Grant safe passage, that he arrive whole

and please grant to my brother,
. . . . . lost now among winds,
. . . . . among strange and unknowable winds

a refreshment of breath
that we know the hour of our true meeting,
. . . . . the hour of our last parting.

Grant him a moment's ease when the song spinning
in his skull is released,
when his throat softens and opens,

and although I am neither the honey nor the bee,
I ask that you grant me this:
. . . . . a dispelling of smoke for my brother
who has been homeward bound
for years.

Grant that he come, penniless or resurrected.
Raise before my face his scarred
and ink~stained palm.

Gently open his mouth once more,
one last time gently open him
that river music
flow.


DL: Your poem strikes me as a prayer for a brother’s return and resurrection. Tell us about the nature of the resurrection and your use of implied biblical allusions.

DEB: I had a stepbrother who I met for the first time when I was 15 and he was 11. Despite our ages we were almost immediately bonded as siblings – we were that kind of personality match, I guess. We were close and we always knew the hour of our first meeting.

When I was writing this poem, he was dying of complications of Hepatitis C. He had been on the liver transplant list for some time, and I found out later was denied a new liver because he had continued to drink. I was sad, but I actually understood the transplant committee’s decision. Anyone who keeps drinking with a failing liver does not actually want the transplant. My brother didn’t. That was a hard pill to swallow. I wanted him to stay with me on this planet, to be “resurrected” with a new liver but he had been sick a long time. He wanted to let go.

The biblical allusion falls out of the Christian claim of Jesus’ resurrection, of course, but the idea of coming back, of some sort of rebirth precedes Christianity. I was raised in a Christian Church and the part of that I loved was the exposure to the King James version of the Bible. A lot of that language is gorgeous — spell-binding you might say. When I found myself falling out of the religious life, when I was unable to take a great deal of it seriously, I still loved the language and I simply refuse to give it up.

DL: Your title seemingly has no connection to the poem, yet I feel it powerfully. Was there ever a point in your drafting when a phone was in the poem, when its ringing disturbed the night?

DEB: Every Monday night I write with a group of poets and fiction writers in a workshop in my living room. We all write together to a prompt and then read that work out loud. I run the group and sit by the phone. It is my job to remember to turn it off.

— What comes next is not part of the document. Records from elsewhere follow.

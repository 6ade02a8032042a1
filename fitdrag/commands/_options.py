"""Option groups shared by several commands: specimen, air and gravity.

Values are plain SI numbers; a unit suffix (``2.7g``, ``40mm``, ``20degC``, ``1013hPa``) is
accepted and converted with the pint units library.  Conversion happens here, at the edge.
"""

from __future__ import annotations

import argparse
import functools
import math
import re

from fitdrag.physics.air import STANDARD_GRAVITY, Air, local_gravity
from fitdrag.physics.forces import Conditions
from fitdrag.physics.specimen import Body, Sphere

_NUMBER = re.compile(r"^\s*[-+]?(\d+(\.\d*)?|\.\d+)([eE][-+]?\d+)?\s*$")


@functools.lru_cache(maxsize=1)
def _units():
    import pint

    return pint.UnitRegistry()


def quantity(si_unit: str):
    """argparse type: a number in ``si_unit``, or a number with a unit suffix converted to it."""

    def parse(text: str) -> float:
        if _NUMBER.match(text):
            return float(text)
        ureg = _units()
        try:
            q = ureg.Quantity(text.strip())
            value = q.to(si_unit).magnitude
        except Exception as exc:  # pint raises many types
            raise argparse.ArgumentTypeError(
                f"{text!r} is not a number in {si_unit} nor a quantity convertible to {si_unit} "
                f"({exc.__class__.__name__}); write e.g. 0.0027 or 2.7g"
            ) from None
        return float(value)

    parse.__name__ = f"quantity in {si_unit}"
    return parse


def celsius(text: str) -> float:
    """argparse type: a temperature in °C (a plain number), or with a unit (``293.15K``)."""
    if _NUMBER.match(text):
        return float(text)
    ureg = _units()
    try:
        return float(ureg.Quantity(text.strip()).to("degC").magnitude)
    except Exception:
        raise argparse.ArgumentTypeError(
            f"{text!r} is not a temperature; write it in °C, e.g. 21.5"
        ) from None


def add_specimen_options(parser: argparse.ArgumentParser, required: bool = True) -> None:
    g = parser.add_argument_group("specimen (a sphere from --diameter, or --area and --volume)")
    g.add_argument("--mass", type=quantity("kg"), required=required, metavar="KG",
                   help="specimen mass [kg] (or with unit, e.g. 2.7g)")  # fmt: skip
    g.add_argument("--diameter", type=quantity("m"), metavar="M",
                   help="sphere diameter [m] (or e.g. 40mm)")  # fmt: skip
    g.add_argument("--area", type=quantity("m**2"), metavar="M2",
                   help="frontal area of a non-spherical specimen [m²]")  # fmt: skip
    g.add_argument("--volume", type=quantity("m**3"), metavar="M3",
                   help="volume of a non-spherical specimen [m³]")  # fmt: skip
    g.add_argument("--length", type=quantity("m"), metavar="M",
                   help="Reynolds reference length of a non-spherical specimen [m] "
                   "(default: diameter of the circle of the same area)")  # fmt: skip
    g.add_argument("--added-mass-coefficient", type=float, default=0.5, metavar="CA",
                   help="added mass as a fraction of the displaced air's mass [-] "
                   "(default 0.5, a sphere; 0 neglects it)")  # fmt: skip
    g.add_argument("--no-buoyancy", action="store_true",
                   help="neglect the buoyancy of the displaced air (not advised for light specimens)")  # fmt: skip


def add_air_options(parser: argparse.ArgumentParser) -> None:
    g = parser.add_argument_group(
        "air and gravity (density directly, or from temperature, pressure and humidity)"
    )
    g.add_argument("--air-density", type=quantity("kg/m**3"), metavar="KG/M3",
                   help="air density [kg/m³]")  # fmt: skip
    g.add_argument("--air-viscosity", type=quantity("Pa*s"), metavar="PA_S",
                   help="air dynamic viscosity [Pa s] (default: Sutherland's law at "
                   "--temperature, or at 20 °C)")  # fmt: skip
    g.add_argument("--temperature", type=celsius, metavar="C", help="air temperature [°C]")
    g.add_argument("--pressure", type=quantity("Pa"), metavar="PA",
                   help="air pressure [Pa] (default 101325)")  # fmt: skip
    g.add_argument("--humidity", type=float, metavar="PCT",
                   help="relative humidity [%%] (default 50)")  # fmt: skip
    g.add_argument("--gravity", type=quantity("m/s**2"), metavar="M/S2",
                   help=f"acceleration of free fall [m/s²] (default {STANDARD_GRAVITY})")  # fmt: skip
    g.add_argument("--latitude", type=float, metavar="DEG",
                   help="latitude for local gravity (WGS84 normal gravity) [deg]")  # fmt: skip
    g.add_argument("--height", type=quantity("m"), default=0.0, metavar="M",
                   help="height above the ellipsoid for local gravity [m]")  # fmt: skip


def specimen_from_args(args) -> Sphere | Body:
    if args.diameter is not None:
        if args.area is not None or args.volume is not None:
            raise ValueError(
                "specimen: give either --diameter (a sphere) or --area and --volume, not both."
            )
        return Sphere(args.mass, args.diameter, args.added_mass_coefficient)
    if args.area is None or args.volume is None:
        raise ValueError(
            "specimen: no size given; pass --diameter M for a sphere, or --area M2 and "
            "--volume M3 for another shape."
        )
    return Body(args.mass, args.area, args.volume, args.length, args.added_mass_coefficient)


def air_from_args(args) -> Air:
    conditions_given = any(v is not None for v in (args.temperature, args.pressure, args.humidity))
    if args.air_density is not None:
        if conditions_given:
            raise ValueError(
                "air: give either --air-density or --temperature/--pressure/--humidity, not both."
            )
        if args.air_viscosity is not None:
            return Air(args.air_density, args.air_viscosity)
        return Air(args.air_density)
    air = Air.from_conditions(
        temperature=20.0 if args.temperature is None else args.temperature,
        pressure=101325.0 if args.pressure is None else args.pressure,
        relative_humidity=50.0 if args.humidity is None else args.humidity,
    )
    if args.air_viscosity is not None:
        air = Air(air.density, args.air_viscosity, air.temperature, air.pressure,
                  air.relative_humidity)  # fmt: skip
    return air


def gravity_from_args(args) -> float:
    if args.latitude is not None:
        if args.gravity is not None:
            raise ValueError("gravity: give either --gravity or --latitude, not both.")
        return float(local_gravity(args.latitude, args.height))
    g = STANDARD_GRAVITY if args.gravity is None else args.gravity
    if not math.isfinite(g) or g <= 0:
        raise ValueError(f"--gravity: must be > 0 m/s², got {g!r}; omit it for 9.80665.")
    return g


def conditions_from_args(args, wind: float = 0.0) -> Conditions:
    return Conditions(
        air=air_from_args(args),
        gravity=gravity_from_args(args),
        wind=wind,
        buoyancy=not args.no_buoyancy,
    )


def add_track_fit_inputs(parser: argparse.ArgumentParser) -> None:
    """The inputs of every command that fits tracks: the files, specimen, air and import."""
    from fitdrag.commands._import_options import add_import_options

    parser.add_argument("tracks", nargs="+", metavar="TRACK.csv", help="track files (CSV)")
    add_specimen_options(parser)
    add_air_options(parser)
    add_import_options(parser)
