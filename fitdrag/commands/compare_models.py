"""``fitdrag compare-models``: which drag model (and whether lift) do the throws support?"""

from __future__ import annotations

import argparse
import json
import sys
from pathlib import Path

from fitdrag.commands._import_options import read_tracks_from_args
from fitdrag.commands._options import (
    add_track_fit_inputs,
    conditions_from_args,
    quantity,
    specimen_from_args,
)
from fitdrag.errors import OutputExistsError

NAME = "compare-models"

EXAMPLE = """\
Examples:
  fitdrag compare-models throw1.csv throw2.csv --mass 2.7g --diameter 40mm \\
      --temperature 21 --pressure 100800 --humidity 45 --json comparison.json
  fitdrag compare-models throw1.csv --mass 0.0027 --diameter 0.040 --air-density 1.19 \\
      --models constant,power-law --lift --plot cd_vs_re.png

Exit codes: 0 compared, 1 a bug (with a traceback), 2 bad arguments or input, 3 no
candidate model converged.
"""


def _models(text: str) -> list[str]:
    names = [s.strip() for s in text.split(",") if s.strip()]
    if not names:
        raise argparse.ArgumentTypeError("give at least one model name, e.g. constant,power-law")
    return names


def register(sub) -> argparse.ArgumentParser:
    p = sub.add_parser(
        NAME,
        help="fit candidate drag models to the same throws and compare them",
        description="Fit each candidate drag model (constant Cd, scaled smooth-sphere curve, "
        "power law in the Reynolds number; optionally each with a lift coefficient) to the "
        "same throws and points, print a comparison table (parameters with uncertainties, "
        "residual RMS, reduced chi-square, AIC, BIC, nested F-tests) and a recommendation.",
        epilog=EXAMPLE,
        formatter_class=argparse.RawDescriptionHelpFormatter,
    )
    add_track_fit_inputs(p)
    c = p.add_argument_group("comparison")
    c.add_argument("--models", type=_models, default=None, metavar="LIST",
                   help="comma-separated drag models to compare (default "
                   "constant,sphere-scaled,power-law; e.g. sphere-scaled:clift-gauvin)")  # fmt: skip
    c.add_argument("--lift", action="store_true",
                   help="also fit every model with a constant lift coefficient")  # fmt: skip
    c.add_argument("--wind", type=quantity("m/s"), default=0.0, metavar="M/S",
                   help="known constant horizontal wind along +x [m/s] (default still air)")  # fmt: skip
    c.add_argument("--robust", action=argparse.BooleanOptionalAction, default=True,
                   help="robust loss and rejection of gross outliers (default on)")  # fmt: skip
    c.add_argument("--noise", choices=("auto", "white", "ar1"), default="auto",
                   help="noise model: auto detects serially correlated residuals (default)")  # fmt: skip
    c.add_argument("--alpha", type=float, default=0.01, metavar="P",
                   help="level of the nested F-tests (default 0.01)")  # fmt: skip
    o = p.add_argument_group("output")
    o.add_argument("--json", metavar="OUT.json", help="write the comparison as JSON")
    o.add_argument("--plot", metavar="OUT.png",
                   help="write the Cd-vs-Re plot of the recommended model")  # fmt: skip
    o.add_argument("--force", action="store_true", help="overwrite existing output files")
    return p


def _write_atomic(path: Path, write) -> None:
    from fitdrag._files import write_atomic

    write_atomic(path, write, force=True)  # existence was checked before the work began


def run(args) -> int:
    from fitdrag.fit.compare import DEFAULT_CANDIDATES, compare_models

    for opt in ("json", "plot"):
        path = getattr(args, opt)
        if path and Path(path).exists() and not args.force:
            raise OutputExistsError(f"--{opt}: {path} exists; pass --force to overwrite it.")
    specimen = specimen_from_args(args)
    conditions = conditions_from_args(args, wind=args.wind)
    tracks = read_tracks_from_args(args.tracks, args)
    comparison = compare_models(
        tracks, specimen, conditions.air,
        models=args.models or DEFAULT_CANDIDATES, lift="both" if args.lift else False,
        gravity=conditions.gravity, wind=args.wind, buoyancy=conditions.buoyancy,
        robust=args.robust, noise=args.noise, alpha=args.alpha,
    )  # fmt: skip
    print(comparison.table())
    print()
    print(comparison.recommendation)
    if args.json:
        path = Path(args.json)
        text = json.dumps(comparison.to_dict(), indent=2, allow_nan=False)
        _write_atomic(path, lambda p: p.write_text(text + "\n", encoding="utf-8"))
        print(f"wrote {path}")
    if comparison.recommended is None:
        print("fitdrag compare-models: no candidate model converged.", file=sys.stderr)
        return 3
    if args.plot:
        from fitdrag.report.cd_plot import plot_cd_vs_re

        best = comparison.candidate(comparison.recommended).fit
        path = Path(args.plot)
        fig = plot_cd_vs_re(best)
        _write_atomic(path, lambda p: fig.savefig(p, dpi=120, format="png"))
        print(f"wrote {path}")
    return 0
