"""``fitdrag lot LOT.toml``: every specimen of a lot, the lot's statistics, decision, report
and record.

A thin layer over :mod:`fitdrag.run.lot`: load the lot file
(:func:`fitdrag.run.lot_file.load_lot`), measure the specimens as tasks on Dask
(:func:`fitdrag.run.lot.measure_lot`: local processes by default, a running cluster with
``--scheduler``), print each specimen and the lot, issue the lot report and its record
(:func:`fitdrag.run.lot.issue_lot`).
"""

from __future__ import annotations

import argparse
import sys

from fitdrag.errors import EXIT_BAD_INPUT, exit_code_for_decision

EXAMPLE = """\
Example:
  fitdrag lot sample_tracks/training_ball_lot.toml
  fitdrag lot lot.toml --workers 2                        # 2 local processes
  fitdrag lot lot.toml --scheduler tcp://10.0.0.5:8786    # the lab's Dask cluster

Tracking each footage file and fitting each specimen are tasks.  Without --scheduler they run
on a cluster of local processes started for the run (--workers 0: in this process, without
Dask).  With --scheduler they run on a dask.distributed cluster that is already running (its
scheduler prints its address); its workers need fitdrag installed and the lot's files at the
same paths.  Writes NUMBER.pdf (the lot report), NUMBER.png (its first page) and NUMBER.json
to the base job's output directory and adds one record to its records database.
Exit codes:
  0  lot report issued; the lot decision is PASS, or no [specification] is stated
  1  a bug: an unexpected error, printed with its traceback
  2  bad lot file, base job or input, or a specimen failed on bad input (no report)
  3  a specimen's fit did not converge (no report; the others are printed)
  4  lot report issued; the lot decision is FAIL
  5  lot report issued; conditional pass (guarded acceptance)
  6  lot report issued; conditional fail (guarded acceptance)
"""


def register(subparsers) -> argparse.ArgumentParser:
    p = subparsers.add_parser(
        "lot",
        help="measure every specimen of a lot file: lot statistics, decision, report, record",
        description=(
            "Measure the specimens of a lot (a lot file: [lot] with a base job, one "
            "[[specimens]] table per specimen), then the lot's mean, the spread between "
            "specimens, a statistical tolerance interval, the fraction outside the "
            "specification and the lot decision; issue a lot report (PDF, PNG, JSON) and one "
            "record."
        ),
        epilog=EXAMPLE,
        formatter_class=argparse.RawDescriptionHelpFormatter,
    )
    p.add_argument("lot", metavar="LOT.toml", help="lot file")
    p.add_argument(
        "--scheduler", metavar="ADDRESS", default=None,
        help="address of a running dask.distributed scheduler, e.g. tcp://10.0.0.5:8786 "
        "(default: local processes)",
    )  # fmt: skip
    p.add_argument(
        "--workers", type=int, default=None, metavar="N",
        help="local processes (default: the CPUs available); 0 runs every task in this process",
    )  # fmt: skip
    p.add_argument(
        "--records", metavar="PATH", default=None,
        help="records database to use (default: the base job's)",
    )  # fmt: skip
    p.add_argument("--force", action="store_true", help="overwrite existing output files")
    p.add_argument("--quiet", action="store_true", help="no progress bar")
    return p


def run(args) -> int:
    from fitdrag.errors import InputError
    from fitdrag.run.lot import issue_lot, lot_summary, measure_lot
    from fitdrag.run.lot_file import load_lot

    if args.workers is not None and args.workers < 0:
        raise InputError(f"--workers: must be >= 0, got {args.workers}; 0 runs in this process.")
    if args.scheduler is not None and args.workers is not None:
        raise InputError(
            "--workers: the cluster at --scheduler has its own workers; give one of the two."
        )
    lot = load_lot(args.lot)
    progress = (not args.quiet) and sys.stderr.isatty()
    m = measure_lot(lot, scheduler=args.scheduler, workers=args.workers, progress=progress)
    print(lot_summary(m))
    if m.failures:
        for f in m.failures:
            print(f"fitdrag lot: {f.task}: {f.message}", file=sys.stderr)
        print(f"fitdrag lot: {len(m.failures)} of {len(lot.specimens)} specimen(s) failed; "
              f"no lot report issued.", file=sys.stderr)  # fmt: skip
        return max(f.exit_code for f in m.failures) if m.failures else EXIT_BAD_INPUT
    rec, db_path = issue_lot(m, records_path=args.records, force=args.force)
    print(f"lot report {rec.number} issued")
    for kind, path in rec.outputs.items():
        print(f"  {kind:<16} {path}")
    print(f"  {'record':<16} {db_path}")
    if lot.first_job.test.check_standard:
        from fitdrag.run.check_standard import check_standard_warning

        note = check_standard_warning(lot.first_job, db_path)
        if note:
            print(f"fitdrag lot: WARNING: {note}", file=sys.stderr)
    return exit_code_for_decision(m.decision)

But the phone itself is right there and in my mind as a potential disturbance. One night the prompt included something about “gesture” – to use gesture in the writing, perhaps to define or develop a character, I can’t quite remember. In any case I found myself writing “The rudest gesture is the phone that rings in the night.” The possible implications are obvious, but I found that the phrase itself kept coming back to me. It took months to realize it was related to my fears for my brother, to my desire to not get the call I knew had to be coming.

DL: I’m interested in your use of anaphora to structure the poem. “Grant” begins four lines and is embedded in two additional lines. The repetition adds rhythm and a tone that is both demanding and begging. Talk a bit about the craft decision that went into the use of this deceptively simple device.

DEB: It might be fair to say there was a decision to let that language stay in, and even overtake, the poem, but it came on its own in the first draft when I was writing freehand with a pen in a notebook. You are quite right to call out the demand and the begging which I think are part of our most desperate hours, when we are half imploring and half stamping our feet as if some kind of tantrum might turn the tide. I was worried about it sounding too Christian, too prayerful, but I used the repetition to invoke the casting of a spell. Can I cast that spell? Can I hypnotize the universe into supporting my project? Probably not but that impulse has fueled magic and religion for a long time. It is a deeply human to wish to do it, I think.

I also used it to allow a heart heavy outpouring, a saying and re-saying. It was meant to allow a river of feeling to flow without apology or justification. When we have to let go of a loved one, all our usual attempts to appear rational and grownup, even artful, seem ineffectual. We are the child again wanting it please, please, please.

DL: The poem has beautiful and intriguing images. Tell us about “his scarred/and ink-stained palms” and the final stanza’s “that river music flow.”

DEB: I was surprised to find myself using “palms” but at some level I wanted to invoke a resurrection again, that late in the game when I should have been able to just let him go. Jesus’ palms were scarred by his crucifixion in all the images from my childhood. I also wanted the palm raised up before my face, as in a goodbye gesture, a gesture that might soften the jangling of the phone with the bad news and give us one last moment of communication and understanding. One thing my brother and I both did was write songs so the ink was right there. He was a guitar player and somehow I always found those chords, his music, a wonderful wave, a flow of sound. Riverlike.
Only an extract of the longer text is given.